= The Worrell 1000 Race =

Offshore long distance beach catamaran sailboat race

The Worrell 1000 Race is an offshore long distance beach catamaran sailboat race that was held May 6–18, 2019 and that will be held again May 9–21, 2022. The race runs in the waters between Florida and Virginia Beach, United States. The race will cover approximately 1000 miles with overnight stops at multiple locations along the East Coast of the United States. The organizing authority for the 2022 Worrell 1000 Race will be Worrell 1000 Race Reunion Race, Inc., a 501(c)(3) nonprofit organization, (dba Worrell 1000 Race).

==History==

The origins of Worrell 1000 can be traced to a bet in a bar at the Worrell Bros., a Virginia Beach resort restaurant between the owners of the bar, brothers Michael and Chris Worrell. The bet was that it was impossible to sail a sixteen-foot catamaran from Virginia Beach to Florida. On October 1, 1974, Michael Worrell and his crew Steve McGarrett left the Virginia Beach oceanfront with hopes of reaching Florida in one piece. Although they did not win the bet they still sailed through two hurricanes and had to make multiple boat repairs. After twenty days, they had to stop in Fort Lauderdale due to their catamaran being in poor condition.

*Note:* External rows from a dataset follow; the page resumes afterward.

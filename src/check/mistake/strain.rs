//! Mistakes with bridges, gauges, transducers and rosettes.

use super::{Effect, Free, Trials, before, chains, gauges, needs_supply, own_codes, scale_output, step};
use crate::chain::{Chain, Element, Inputs, Network, Output, Supply};
use crate::check::bent::{Bend, zero_times};
use crate::check::model::{Codes, Join, Model, Step, is_gauge, zero_reading};
use crate::measurement::{Give, Grids, Source};
use crate::signal::{Amplifier, Arm, Bridge, Coding, Conductor, Driven, Each, FullScale, Leads, Pair, Place, Wires};
use crate::strain::{Material, Rosette, Tee, Transducer, ZeroMeaning, ZeroReading};

pub(super) fn add(t: &mut Trials<'_>) {
    let Some(chain) = t.model.first().copied() else {
        rosette(t);
        return;
    };
    network(t, &chain);
    if let Some(converter) = chain.converter {
        counts(t, &converter);
    }
    if let Element::Transducer { law: Transducer::Rated { output, .. }, .. } = chain.element {
        t.add("rated-output", Effect::Ratio, move |m, p| {
            chains(m, &mut |c| match &mut c.element {
                Element::Transducer { law: Transducer::Rated { output, .. }, .. } => {
                    *output = p;
                    true
                }
                _ => false,
            })
        })
        .free(Free::ratio("rated output, V/V", output));
    }
    zero(t, &chain);
    if is_gauge(&chain) {
        gauge(t, &chain);
        bend(t, &chain);
    }
    rosette(t);
}

fn bridges(m: &mut Model, change: impl Fn(&mut Bridge) -> bool) -> bool {
    chains(m, &mut |c| match &mut c.network {
        Network::Bridge(bridge) => change(bridge),
        _ => false,
    })
}

fn network(t: &mut Trials<'_>, chain: &Chain) {
    if needs_supply(chain) {
        let start = match chain.supply {
            Supply::Fixed(v) => Some(v),
            _ => t.model.parts.iter().find_map(|p| p.supply),
        };
        if let Some(start) = start.filter(|v| *v > 0.0) {
            let name = if matches!(chain.network, Network::Resistance { .. }) { "current, A" } else { "supply, V" };
            t.electric("supply", Some(Free::ratio(name, start)), &[], |c, p| {
                c.supply = Supply::Fixed(p);
                true
            });
        }
    }
    match chain.amplifier {
        Amplifier::Gain { gain, .. } => {
            t.electric("gain", Some(Free::ratio("gain", gain)), &[], move |c, p| scale_output(c, gain / p));
        }
        Amplifier::Difference { circuit, .. } => {
            // input resistor to feedback resistor, side by side
            let gain = circuit.feedback[0] / circuit.input[0];
            t.electric("gain", Some(Free::ratio("gain", gain)), &[], move |c, p| match &mut c.amplifier {
                Amplifier::Difference { circuit, .. } => {
                    circuit.feedback = circuit.feedback.map(|r| r * p / gain);
                    true
                }
                _ => false,
            });
        }
        Amplifier::None => {}
    }
    if chain.amplifier.offset() != 0.0 {
        t.add("amplifier-offset", Effect::Offset, |m, _| {
            chains(m, &mut |c| match &mut c.amplifier {
                Amplifier::Gain { offset, .. } | Amplifier::Difference { offset, .. } => {
                    *offset = 0.0;
                    true
                }
                Amplifier::None => false,
            })
        });
    }
    let Network::Bridge(bridge) = &chain.network else { return };
    let [p, n] = bridge.supply_leads.ohms();
    if p + n > 0.0 {
        let sensed = bridge.sensed;
        t.add("supply-leads", Effect::Ratio, move |m, _| {
            bridges(m, |b| {
                if sensed {
                    b.sensed = false
                } else {
                    b.supply_leads = Pair::none()
                }
                true
            })
        })
        .note(if sensed { "taken off although the supply is sensed" } else { "not taken off" });
    }
    if chain.lead_warmth.is_some() && bridge.has_leads() {
        t.add("warm-leads", Effect::Temperature, |m, _| {
            chains(m, &mut |c| {
                c.lead_warmth = None;
                true
            })
        });
    }
    if bridge.has_leads() {
        t.add("leads-ignored", Effect::Ratio, |m, _| {
            bridges(m, |b| {
                b.leads = None;
                b.supply_leads = Pair::none();
                b.signal_leads = Pair::none();
                true
            })
        });
    }
    let gauge = matches!(chain.element, Element::Gauge { .. });
    let effect = if gauge { Effect::Ratio } else { Effect::Curve };
    if let Some(leads) = bridge.leads {
        let [each, ..] = leads.ohms();
        t.add("lead-ohms", effect, |m, p| {
            bridges(m, |b| {
                b.leads = b.leads.map(|l| Leads { each: Each::Same(Conductor::Ohms(p)), ..l });
                true
            })
        })
        .free(Free::difference("ohms of each lead", each, 0.1, [0.0, 1e6]));
    }
    if (bridge.has_leads() || bridge.input_resistance.is_some()) && gauge {
        // beside leads and loads alone it is more than a common factor
        let own = bridge.resistances[0];
        t.add("gauge-resistance", Effect::Ratio, move |m, p| {
            bridges(m, |b| {
                b.resistances = b.resistances.map(|r| r * p / own);
                true
            })
        })
        .free(Free::ratio("resistance of the gauges, ohm", own))
        .rare(1.0);
    }
    if let Some(leads) = bridge.leads {
        let others = [Wires::Two, Wires::Three].into_iter().filter(move |w| *w != leads.wires);
        for wires in others {
            for balanced in [true, false] {
                if wires == Wires::Three && balanced {
                    continue;
                }
                t.add("leads-wire-count", Effect::Ratio, move |m, _| {
                    bridges(m, |b| {
                        b.leads = b.leads.map(|l| Leads { wires, ..l });
                        b.balanced = balanced;
                        true
                    })
                })
                .fixed("wires", if wires == Wires::Two { 2.0 } else { 3.0 });
            }
        }
    }
    if bridge.poisson != 0.0 && bridge.arms.iter().any(|a| matches!(a, Arm::Active { driven: Driven::Across, .. })) {
        t.add("poisson", Effect::Ratio, |m, p| {
            bridges(m, |b| {
                b.poisson = p;
                true
            })
        })
        .free(Free::difference("Poisson's ratio", bridge.poisson, 0.1, [0.0, 1.0]));
    }
    let measurement = t.clues.measurement;
    let part = t.model.parts.first().map(|p| p.channel);
    let segments = part.and_then(|c| measurement.channels.get(c)).and_then(|c| c.segments());
    if let Some(shunt) = segments.and_then(|s| s.iter().find_map(|s| s.shunt.as_ref())).map(|s| s.shunt)
        && is_gauge(chain)
    {
        let other = match shunt.place {
            Place::Gauge => Place::Instrument,
            Place::Instrument => Place::Gauge,
        };
        let inputs = Inputs { supply: 1.0, ..Inputs::default() };
        let at = |place| chain.simulated(crate::signal::Shunt { place, ..shunt }, 0.0, &inputs).ok();
        if let (Some(own), Some(theirs)) = (at(shunt.place), at(other)) {
            let ratio = theirs / own;
            t.add("shunt-place", Effect::Ratio, move |m, _| step(m, Step::Line(ratio, 0.0))).fixed("ratio", ratio);
        }
    }
}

Later, Worrell thought of turning the 954-mile journey into a regular regatta. The inaugural race, called Worrell Bros. Coastwise Race, took place in May 1976. Four teams participated in the race. For that first race, limited to 16-foot Hobie Cats, there were very few rules. The participants could sail day and night, but they were supposed to come ashore and phone the restaurant once every 24 hours. The course was flipped with the start in Fort Lauderdale and the finish in Virginia Beach, to take advantage of the prevailing winds. The only team to finish the first race was that of Worrell and crew Guerry Beatson. Two racers didn't make it past Georgia, however the boat crewed by Peter Guthrie and Alan Kramer maintained the lead through Nags Head, North Carolina. Knowing they were well ahead they pulled ashore at the Nags Head pier to take a break. In the distance they saw a sail far to the south and ran to the beach to launch their boat for the final run to Virginia Beach. However, they did not realize how steep the surf was and when they attempted to launch in the high surf it overturned the boat and it broke apart allowing Worrell and Benson to win. The inaugural race took 13 days to complete.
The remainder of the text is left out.